WORK REQUIRED: Set down exactly, and only, the lines from the one with "const a1 = splitA - (splitA - high)" to the final line of the entries, both included.

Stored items
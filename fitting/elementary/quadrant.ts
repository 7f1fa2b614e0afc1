/**
 * Reduction of an angle to a quadrant: x = n·π/2 + y, |y| ≤ π/4 (a hair more), y in two doubles.
 *
 * Up to 2²⁰·π/2: three-part Cody–Waite reduction, each part of π/2 carrying 33 bits so that n times it is exact.
 * Beyond: whole-number arithmetic on 1280 bits of 2/π, which is exact for every finite double and about 1 µs.
 *
 * Sources: Cody & Waite 1980, Software Manual for the Elementary Functions, ch. 8; Payne & Hanek 1983, Radian reduction
 * for trigonometric functions, SIGNUM Newsletter 18; split of π/2 as in fdlibm 5.3 (Sun Microsystems 1993), e_rem_pio2.c.
 */

const TWO_OVER_PI = 0.6366197723675814
const HALF_PI_1 = 1.57079632673412561417
const HALF_PI_2 = 6.07710050630396597660e-11
const HALF_PI_2_TAIL = 2.02226624879595063154e-21
const HALF_PI_3 = 2.02226624871116645580e-21
const HALF_PI_3_TAIL = 8.47842766036889956997e-32

/** Largest |x| of the quick reduction: 2²⁰·π/2. */
const QUICK_LIMIT = 1647099
/** Below this |y| the second part of π/2 leaves too few bits. */
const CANCELLED = 1e-9

/**
 * Reduces an angle to its quadrant.
 * @param x angle, rad, finite.
 * @param out receives y and its rounding error, rad, at [0] and [1].
 * @returns the quadrant n mod 4, 0 to 3.
 * Source: Cody & Waite 1980, Software Manual for the Elementary Functions.
 */
export function reduceToQuadrant(x: number, out: Float64Array): number {
  if (x > QUICK_LIMIT || x < -QUICK_LIMIT) return reduceLarge(x, out)
  const n = Math.floor(x * TWO_OVER_PI + 0.5)
  const first = x - n * HALF_PI_1
  let w = n * HALF_PI_2
  let rest = first - w
  w = n * HALF_PI_2_TAIL - ((first - rest) - w)
  let y = rest - w
  if (y < CANCELLED && y > -CANCELLED) {
    const second = rest
    w = n * HALF_PI_3
    rest = second - w
    w = n * HALF_PI_3_TAIL - ((second - rest) - w)
    y = rest - w
  }
  out[0] = y
  out[1] = (rest - y) - w
  return n & 3
}

/** 2/π times 2^1280, cut: computed by Machin's formula in whole numbers. */
const TWO_OVER_PI_BITS = 1280n
const TWO_OVER_PI_INTEGER = BigInt('0x'
  + 'a2f9836e4e441529fc2757d1f534ddc0db6295993c439041fe5163abdebbc561'
  + 'b7246e3a424dd2e006492eea09d1921cfe1deb1cb129a73ee88235f52ebb4484'
  + 'e99c7026b45f7e413991d639835339f49c845f8bbdf9283b1ff897ffde05980f'
  + 'ef2f118b5a0a6d1f6d367ecf27cb09b74f463f669e5fea2d7527bac7ebe5f17b'
  + '3d0739f78a5292ea6bfb5fb11f8d5d0856033046fc7b6babf0cfbc209af4361d')
const SCALE_BITS = TWO_OVER_PI_BITS + 32n
const KEPT_BITS = 200n
/** 2⁻²⁰⁰ */
const KEPT_UNIT = 6.223015277861142e-61
const HALF_PI_HIGH = 1.5707963267948966
const HALF_PI_LOW = 6.123233995736766e-17

/** Doubles above 2²⁰ are whole multiples of 2⁻³²; n and the fraction of x·2/π then come from one whole-number product. */
function reduceLarge(x: number, out: Float64Array): number {
  const scaled = Math.abs(x) < 9007199254740992 ? BigInt(x * 4294967296) : BigInt(x) << 32n
  const product = scaled * TWO_OVER_PI_INTEGER
  const n = (product + (1n << (SCALE_BITS - 1n))) >> SCALE_BITS
  const fraction = (product - (n << SCALE_BITS)) >> (SCALE_BITS - KEPT_BITS)
  const high = Number(fraction)
  const low = Number(fraction - BigInt(high))
  multiplyByHalfPi(high * KEPT_UNIT, low * KEPT_UNIT, out)
  return Number(n & 3n)
}

/** (high + low)·π/2 in two doubles, with Dekker's exact product of the leading parts. */
function multiplyByHalfPi(high: number, low: number, out: Float64Array): void {
  const product = high * HALF_PI_HIGH
  const splitA = 134217729 * high
  const a1 = splitA - (splitA - high)
  const a2 = high - a1
  const splitB = 134217729 * HALF_PI_HIGH
  const b1 = splitB - (splitB - HALF_PI_HIGH)
  const b2 = HALF_PI_HIGH - b1
  const error = ((a1 * b1 - product) + a1 * b2 + a2 * b1) + a2 * b2
  const tail = error + (high * HALF_PI_LOW + low * HALF_PI_HIGH)
  const sum = product + tail
  out[0] = sum
  out[1] = (product - sum) + tail
}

YOUR RESPONSE:
  const a1 = splitA - (splitA - high)
  const a2 = high - a1
  const splitB = 134217729 * HALF_PI_HIGH
  const b1 = splitB - (splitB - HALF_PI_HIGH)
  const b2 = HALF_PI_HIGH - b1
  const error = ((a1 * b1 - product) + a1 * b2 + a2 * b1) + a2 * b2
  const tail = error + (high * HALF_PI_LOW + low * HALF_PI_HIGH)
  const sum = product + tail
  out[0] = sum
  out[1] = (product - sum) + tail
}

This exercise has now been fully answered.